Il a essayé de prendre ma main, mais je l'ai retirée brusquement.
— Joséphine, arrête. Hélia vient de se réveiller, elle est fragile.
Sa fausse sollicitude était une douleur sourde dans ma poitrine. Il a tendu à Joséphine sa boîte de macarons et l'un des cafés. Puis il m'a passé l'autre café.
— Tiens, je t'ai pris ton préféré, a-t-il dit avec un petit sourire plein d'espoir. Latte caramel, double dose, sans sucre.
J'ai fixé le gobelet. C'était le préféré de Joséphine. Je détestais le caramel.
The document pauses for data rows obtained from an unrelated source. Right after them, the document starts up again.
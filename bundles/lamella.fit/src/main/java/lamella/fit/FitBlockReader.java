package lamella.fit;

import java.nio.file.Path;
import java.util.ArrayList;
import java.util.HashSet;
import java.util.LinkedHashMap;
import java.util.List;
import java.util.Map;
import java.util.Optional;
import java.util.Set;
import java.util.TreeSet;
import lamella.api.Block;
import lamella.api.CaseDocument;
import lamella.api.CaseModel;
import lamella.api.InputException;
import lamella.api.Names;
import lamella.api.PhysicalRange;
import lamella.api.ParameterRef;
import lamella.api.Sample;
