package lamella.ui.plan;

import lamella.api.plan.PlanService;
import lamella.ui.api.Area;
import lamella.ui.api.PanelView;
import lamella.ui.api.Workbench;
import lamella.ui.api.WorkbenchPanel;
import org.eclipse.swt.widgets.Composite;
import org.osgi.service.component.annotations.Component;
import org.osgi.service.component.annotations.Reference;

/** Experiment design: the case's plan block, its plans ranked by the σ their fit would give, and their map. */
@Component(service = WorkbenchPanel.class)
public final class PlanPanel implements WorkbenchPanel {

    @Reference
    private PlanService planner;

    public PlanPanel() {
    }

    PlanPanel(PlanService planner) {
        this.planner = planner;
    }

    @Override
    public String id() {
        return "plan";
    }

    @Override
    public String title() {
        return "Plan";
    }

    @Override
    public Area preferredArea() {
        return Area.CENTER;
    }

    @Override
    public PanelView open(Composite parent, Workbench workbench) {
        return new PlanView(parent, workbench, planner);
    }
}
J'avais toujours commandé un simple café américain, sans sucre. Toujours. Pendant les cinq années où nous avions été ensemble.
En un an, il avait tout oublié. Il m'avait rayée de sa mémoire aussi complètement qu'il m'avait rayée de sa vie.
Joséphine a pris une bouchée délicate d'un macaron.
— Merci, chéri, a-t-elle roucoulé en se penchant pour l'embrasser sur la joue, ses yeux fixés sur moi avec une malice triomphante.
J'ai détourné le visage et j'ai laissé échapper un petit rire amer qui ressemblait plus à un sanglot.
La voiture s'est finalement arrêtée devant la maison. Notre maison. La confortable maison de style colonial que nous avions achetée ensemble, celle que j'avais passée des mois à décorer avec amour. Un endroit qui avait été autrefois mon sanctuaire.
Je suis sortie de la voiture sur des jambes tremblantes. J'ai marché jusqu'à la porte d'entrée, mon cœur battant un rythme nerveux contre mes côtes. J'ai levé la main vers le lecteur d'empreintes digitales, un réflexe musculaire d'une vie antérieure.
ACCÈS REFUSÉ.
La voix froide et électronique a été une autre gifle.
Jérémy s'est précipité à mes côtés, cherchant ses clés en tâtonnant.
— Oh, le système a dû se réinitialiser pendant que tu étais... absente, a-t-il bafouillé, le visage rouge. Ne t'inquiète pas, j'ai une clé.
Mais il n'a pas été assez rapide.
Joséphine nous a bousculés tous les deux, son pouce parfaitement manucuré se pressant contre le lecteur.
ACCÈS AUTORISÉ.
La serrure s'est ouverte avec un déclic. Elle s'est retournée, la porte s'ouvrant pour révéler la maison qui était autrefois la mienne. Un sourire victorieux et apitoyé jouait sur ses lèvres.
— Bienvenue à la maison, sœurette, a-t-elle dit, sa voix dégoulinant de fausse douceur. Entre donc.